My mother, who is of German decent and grew up in German Village, Columbus, Ohio made these every Christmas. I also grew up in the mid 50s in Columbus. Thanks for the helpful hints, Gretchen. I’ll remember room temp eggs and beating 15 minutes!!!
I grew up in Cincinnati and my mom (who was of German decent) made these along with another German cookie she called Cinnamon Stars. These were star cutouts with the same meringue type topping. Great memories!
Never have made these but remember them from growing up in Columbus and living just blocks away from Resch’s Bakery. My family would get our special occasion cakes there. Dad would stop after work when Mom made spaghetti for dinner and get their Italian rolls. Their best sweet treat was the grandma roll – like a cinnamon roll.
My sister worked at Resch’s during her high school years and would bring home leftover goodies. I was so jealous because by then I was away attending college.
Wonderful to read of all those who grew up in Columbus! I had never been to any of the bakeries named here but the first time I tasted these was from The Ohio State School of the Deaf cookie exchange. My mother was second shift head nurse at the hospital and would bring home some of the items she liked from their bakery or kitchen. That would have been the 1960’s. An aside is a relative, named Christian Heyl, was an original founder of Franklinton, which I believe, was around German Village. He owned a stage coach stop, bar, restaurant and hotel combo. Franklinton was later incorporated into Columbus but certainly placed Christian near German Village. Heyl Ave. is named for his family and the area where my father grew up. Lot of history in Columbus!

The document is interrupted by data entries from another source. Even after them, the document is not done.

//! Custom tables through `parse_table`: one test per validation rule, each
//! with the exact RFC 6901 pointer and message of crates/fluxbound-core/src/limits/table.rs.
//! Documents start from a valid base table and change one thing.

use super::assert_level;
use fluxbound_core::limits::{
    LevelError, ReferenceTable, TableChoice, TableSource, UnknownTable, builtin_table, choose_tables, parse_table,
    resolve_tables,
};
use serde_json::{Value, json};

/// A valid organisation table: three contiguous bands, given in order.
fn base() -> Value {
    json!({
        "id": "acme-hs17.rev3",
        "title": "Acme internal limit for magnetic flux density",
        "source": "Acme Corp. EMF policy HS-17, revision 3 (invented for tests)",
        "applies_to": {"population": "workers", "body_region": "whole_body"},
        "kind": "reference_level",
        "bands": [
            {"from_hz": 1, "to_hz": 25, "coefficient": 2.5e4, "exponent": -1},
            {"from_hz": 25, "to_hz": 400, "coefficient": 500, "exponent": 0},
            {"from_hz": 400, "to_hz": 3000, "coefficient": 2.0e5, "exponent": -1}
        ],
        "notes": ["Status: invented."]
    })
}

fn with(pointer: &str, value: Value) -> Value {
    let mut doc = base();
    *doc.pointer_mut(pointer).unwrap_or_else(|| panic!("{pointer} is not in the base table")) = value;
    doc
}

fn parse(doc: &Value) -> Result<ReferenceTable, Vec<(String, String)>> {
    parse_table(&doc.to_string()).map_err(|p| p.iter().map(|p| (p.pointer.clone(), p.detail.clone())).collect())
}

fn parsed(doc: &Value) -> ReferenceTable {
    parse(doc).unwrap_or_else(|p| panic!("the table should be valid, problems: {p:?}"))
}

/// The problems of a table that must be rejected.
fn problems(doc: &Value) -> Vec<(String, String)> {
    match parse(doc) {
        Ok(_) => panic!("the table should be rejected: {doc}"),
        Err(p) => p,
    }
}
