//! `fluxbound whatif phases`: the README's example, from `exceeds` to
//! `within` by re-phasing the second circuit of a cable tray, and its
//! refusals by flag.

use super::{TempPath, assert_rejected_with, fluxbound, manifest_dir, stdout_of};
use serde_json::Value;

const TRAY: &str = "examples/site-control-room-tray.json";

fn worst_verdict(site: &str) -> String {
    let out = fluxbound(&["assess", site, "--format", "json"], None);
    assert_eq!(out.status.code(), Some(0), "{}", String::from_utf8_lossy(&out.stderr));
    let v: Value = serde_json::from_str(&stdout_of(&out)).unwrap();
    v["summary"]["worst_verdict"].as_str().unwrap().to_string()
}

#[test]
fn rephasing_the_tray_brings_the_desk_from_exceeds_to_within() {
    let tray = manifest_dir().join(TRAY);
    let tray = tray.to_str().unwrap();
    assert_eq!(worst_verdict(tray), "exceeds");
    let revision = TempPath::unique("tray-revision.json");
    let out = fluxbound(
        &[
            "whatif",
            "phases",
            tray,
            "--circuits",
            "TX1-a,TX1-b",
            "--revision-out",
            revision.to_str().unwrap(),
            "--format",
            "json",
        ],
        None,
    );
    assert_eq!(out.status.code(), Some(0), "{}", String::from_utf8_lossy(&out.stderr));
    let r: Value = serde_json::from_str(&stdout_of(&out)).unwrap();
    assert_eq!(r["counting"]["distinct"], 6);
    assert_eq!(r["method"], "exhaustive");
    assert!(r["ranked"][0]["objective"].as_f64().unwrap() < r["as_built"]["objective"].as_f64().unwrap());
    assert_eq!(worst_verdict(revision.to_str().unwrap()), "within");
    // The plain-words form names the change and carries the cautions.
    let text = stdout_of(&fluxbound(&["whatif", "phases", tray, "--circuits", "TX1-a,TX1-b", "--top", "1"], None));
    assert!(text.contains("TX1-b-A A→C"), "{text}");
    assert!(text.contains("qualified assessors"), "{text}");
}

#[test]
fn whatif_problems_name_their_flags() {
    let tray = manifest_dir().join(TRAY);
    let out = fluxbound(&["whatif", "phases", tray.to_str().unwrap(), "--circuits", "TX1-a,nope", "--top", "0"], None);
    assert_rejected_with(&out, &["--circuits: the site has no circuit 'nope'", "--top: top must be between 1 and 100"]);
    let out = fluxbound(
        &["whatif", "phases", tray.to_str().unwrap(), "--circuits", "TX1-a", "--table", "no-such-table"],
        None,
    );
    assert_rejected_with(&out, &["--table: unknown table 'no-such-table'"]);
}
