#[test]
fn the_geojson_is_a_feature_collection_with_the_same_numbers_in_the_local_frame() {
    let site = vertical_wire_site(5000.0, 2.0, 0.05);
    let (map, result) = map_and_result(&site, &["icnirp-2010-occupational"]);
    let doc: Value = serde_json::from_str(&geojson::assessment_geojson(&site, &result, &[map]).to_string()).unwrap();
    assert_eq!(doc["type"], "FeatureCollection");
    assert_eq!(doc["coordinate_frame"], "site-local-metres");
    assert!(doc.get("coordinate_conversion").is_none(), "no conversion in the local frame");
    let features = doc["features"].as_array().unwrap();
    fn kind<'a>(features: &'a [Value], k: &'a str) -> impl Iterator<Item = &'a Value> + 'a {
        features.iter().filter(move |f| f["properties"]["kind"] == k)
    }
    let near = kind(features, "position").find(|f| f["properties"]["id"] == "near").unwrap();
    assert_eq!(near["geometry"]["coordinates"], json!([0.3, 0.0, 0.0]));
    assert_eq!(near["properties"]["max_resultant_ut"], json!(result.positions[0].max_resultant_ut));
    let zone = kind(features, "zone").find(|f| f["properties"]["threshold"] == "level").unwrap();
    let ring = &zone["geometry"]["coordinates"][0][0];
    let pts: Vec<[f64; 2]> =
        ring.as_array().unwrap().iter().map(|p| [p[0].as_f64().unwrap(), p[1].as_f64().unwrap()]).collect();
    // RFC 7946 §3.1.6: exterior rings counter-clockwise; the zone is the
    // 1 m disc (0.2 · 5000 / 1000 µT), area π within one grid spacing band.
    assert!(contour::signed_area2(&pts) > 0.0);
    let area = contour::signed_area2(&pts) / 2.0;
    assert!((area - std::f64::consts::PI).abs() < 2.0 * std::f64::consts::PI * 0.05, "{area}");
    assert_eq!(kind(features, "conductor").count(), 1);
}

The Vanilla Stick recipe may have originally come from a village near Dresden, Germany. Many German immigrants sailed to America in the early 1900’s from that area and settled in German Village. I could not find any reference to the recipe in old German cookbooks at the Bexley library. Springerle and vanilla sticks should not be made on a humid day because the whipped egg whites will not dry properly.